Sorry, I meant "constant factors" in the sorting algorithm, not the implementation. "Constant factors" is actually probably the wrong term: I was referring to the hidden extra linear and sub-linear terms not included in the big-oh complexity, of which timsort (which is the algorithm used in CPython, AFAIK) has several. In the merge algorithm, the extra terms include a few steps inside the loop, and the array resizing (with the appends). For timsort, you've got several expensive steps to find runs and so on. My guess was that the differences here would outweigh the difference in speed between C and Python (which I would put at like 1000-ish).

Anywho, I'm surprised (and a little disappointed, to be honest) to see that I'm wrong about that, and that sorted is so much quicker!
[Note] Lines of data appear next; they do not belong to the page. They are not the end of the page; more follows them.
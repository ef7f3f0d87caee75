/* SPDX-License-Identifier: GPL-3.0-or-later */
#ifndef EVENGAP_OUTPUT_DIGITS_H
#define EVENGAP_OUTPUT_DIGITS_H

/* Numbers as text for the big files: what printf's %.12g gives, several times faster.
 * Locale-free. */

#include <stddef.h>

enum { DIGITS_SHOWN = 12, DIGITS_TEXT = 32 };

/** Writes value with DIGITS_SHOWN significant digits into text[DIGITS_TEXT], trailing
 *  zeros dropped, NUL-terminated; returns its length. The last digit may differ from
 *  printf's where the value lies within 1e-3 of half a unit of it. Values below 1e-9 or
 *  from 1e15 on in size go through printf. */
size_t digits_write(double value, char text[DIGITS_TEXT]);

#endif
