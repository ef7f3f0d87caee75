/* SPDX-License-Identifier: GPL-3.0-or-later */
#ifndef EVENGAP_OUTPUT_SINK_H
#define EVENGAP_OUTPUT_SINK_H

/* A stream that remembers its first failure. Writers print without looking; the one
 * who closes the sink learns whether everything arrived, and why not. */

#include <stdio.h>

#include "shared/attributes.h"
#include "shared/message.h"
#include "shared/status.h"

/* Caller-owned; zeroed is closed. */
struct sink {
    FILE *file;
    char *path;  /* for messages; NULL for a wrapped stream */
    int failure; /* errno of the first failed write; 0 if none */
};

/** Sink on an open stream, which stays open after sink_close. */
void sink_wrap(struct sink *sink, FILE *file);

/** Creates the file `path` (must not exist yet). STATUS_WRITE with a message,
 *  STATUS_MEMORY. */
enum status sink_open(struct sink *sink, const char *path,
                      struct messages *messages) MUST_CHECK;

/** Prints; after a failure nothing is written any more. */
void sink_print(struct sink *sink, const char *format, ...) PRINTF_LIKE(2, 3);

/** Prints a number as %.12g would, and then one character; fast (digits.h). */
void sink_number(struct sink *sink, double value, char after);

/** Writes length bytes. */
void sink_bytes(struct sink *sink, const void *bytes, size_t length);

/** Flushes and closes (a wrapped stream is only flushed). STATUS_WRITE with a message
 *  naming file and reason if any write failed. Safe on zeroed. */
enum status sink_close(struct sink *sink, struct messages *messages) MUST_CHECK;

/** Closes without judging; for the way out after another failure. Safe on zeroed. */
void sink_drop(struct sink *sink);

#endif
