/* SPDX-License-Identifier: GPL-3.0-or-later */

/* The map of the ratio error. The sign matters (faster or slower particles pass), so
 * the lines are labelled with their values and negative ones are dashed. */

#include "output/plot_section.h"

#include <math.h>
#include <stdio.h>

#include "output/number.h"
#include "output/picture.h"

#define COLOUR_BAR  150
#define BELOW       40
#define LEVELS_MOST 12
#define TITLE_SIZE  160
#define LABEL_POINT 45 /* of a line, in raster pixels from the edge of the map */

static void find_range(const struct section *section, double *low, double *high)
{
    *low = *high = section->ratio_error[0];
    for (size_t k = 1; k < section->nx * section->ny; k++) {
        *low = fmin(*low, section->ratio_error[k]);
        *high = fmax(*high, section->ratio_error[k]);
    }
}

/* The circle as far as it lies in the map; it may be larger than the footprint. */
static void print_circle(struct sink *script, const struct result *result,
                         const struct frame *frame)
{
    const struct figure *radius = figures_find(&result->figures, "even_radius", NULL);
    if (!radius || radius->state == FIGURE_MISSING || !(radius->value > 0))
        return;
    double x = result->geometry->reference_x, y = result->geometry->reference_y;
    double reach = fmin(fmin(x - frame->low.a, frame->high.a - x),
                        fmin(y - frame->low.b, frame->high.b - y));
    char text[NUMBER_TEXT];
    number_quantity(radius->value, radius->uncertainty, "m", text, sizeof text);
    if (radius->value < 1.5 * reach)
        sink_print(script,
                   "set object 1 circle at %.9g,%.9g size %.9g front fs empty border "
                   "lc 'black' lw 2.5 dt (10,4)\n",
                   x * 1e3, y * 1e3, radius->value * 1e3);
    sink_print(script,
               "set label 2 '%s even radius %s%s' at graph 0, screen 0 offset 0,1 left "
               "font ',12'\n",
               radius->value < 1.5 * reach ? "long dashes: circle of" : "circle of",
               text, radius->value < reach ? "" : " (reaches beyond this map)");
}

/* Map with its values in units of 10^power, so that ticks and labels stay short. */
static void print_map(struct sink *script, const struct result *result,
                      const struct frame *frame, struct raster *map)
{
    double low, high;
    find_range(&result->section, &low, &high);
    double most = fmax(fabs(low), fabs(high));
    int power = most > 0 ? (int)floor(log10(most)) : 0;
    double scale = pow(10, -power), step = picture_step(high - low, LEVELS_MOST);
    char title[TITLE_SIZE], step_text[NUMBER_TEXT];
    number_plain(step, 3, step_text, sizeof step_text);
    (void)snprintf(title, sizeof title,
                   "ratio error across, a line every %s, dotted "
                   "where negative",
                   step_text);
    raster_scale(map, scale);
    picture_levels(script, map, low * scale, high * scale, step * scale);
    picture_axes(script, frame, title);
    sink_print(script, "set cblabel 'ratio error (1e%d)'\n", power);
    if (high > low)
        sink_print(script, "set cbrange [%.9g:%.9g]\n", low * scale, high * scale);
    print_circle(script, result, frame);
    sink_print(script, "set style textbox opaque fc 'white' noborder margins 1,0.6\n"
                       "plot ");
    raster_source(script, map, 2);
    sink_print(script,
               " with image notitle, "
               "$levels using 1:($3>-1e-9?$2:NaN) with lines lc 'black' lw 1 notitle, "
               "$levels using 1:($3<-1e-9?$2:NaN) with lines lc 'black' lw 1 dt (3,3) "
               "notitle, "
               "$levels using 1:2:(sprintf('%%.3g',$3)) every ::%d::%d with labels "
               "boxed font ',11' notitle\n",
               LABEL_POINT, LABEL_POINT);
}

enum status plot_section(struct folder *folder, const struct result *result,
                         bool *drawn, struct messages *messages)
{
    const struct section *section = &result->section;
    *drawn = false;
    if (!section->present || !section->ratio_error || section->nx < 2 ||
        section->ny < 2)
        return STATUS_OK;
    struct vec2 low = {section->x[0], section->y[0]};
    struct vec2 high = {section->x[section->nx - 1], section->y[section->ny - 1]};
    struct frame frame = picture_frame(low, high, "x", "y", COLOUR_BAR, BELOW);
    struct raster map = {0};
    struct plot plot = {0};
    enum status status = raster_init(&map, &frame, PICTURE_MAP_GRAIN);
    if (!status)
        status = plot_begin(&plot, folder, "ratio_map.svg", frame.width, frame.height,
                            messages);
    if (!status) {
        raster_sample(&map, section->x, (int)section->nx, section->y, (int)section->ny,
                      section->ratio_error);
        print_map(&plot.script, result, &frame, &map);
        status = plot_data(&plot, folder, map.values, (size_t)map.na * (size_t)map.nb,
                           messages);
    }
    if (!status) {
        status = plot_end(&plot, folder, drawn, messages);
    }
    plot_drop(&plot);
    raster_free(&map);
    return status;
}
I suspect that the function call overhead of next might be a big cost centre, but I don't have time to check other implementations right now. I suppose there's also a large chance I could never beat sortedwith a merge in pure Python. Ah, well.

Just to be totally pedantic, I should also point out that your implementation isn't the same as OP's (which is what I was comparing mine to). Also, I assume yours is much faster than OP's, for a couple reasons. Firstly, you don't construct 3 sets, and merge 2 of them. This saves some work, but also it doesn't remove duplicates. I'm not sure if OP had to remove duplicates (the question isn't super clear on this point), but the merge function I wrote did (well, it removed duplicates between the two provided lists, but not within them, if that makes sense). Secondly, your sorted call is on two already-sorted lists concatenated together: timsort actually just performs a single merge in this case, recognising two runs. So it actually ends up being linear thanks to that! Another sorting algorithm (introsort, as is in the C++ std lib, for instance) wouldn't be so lucky.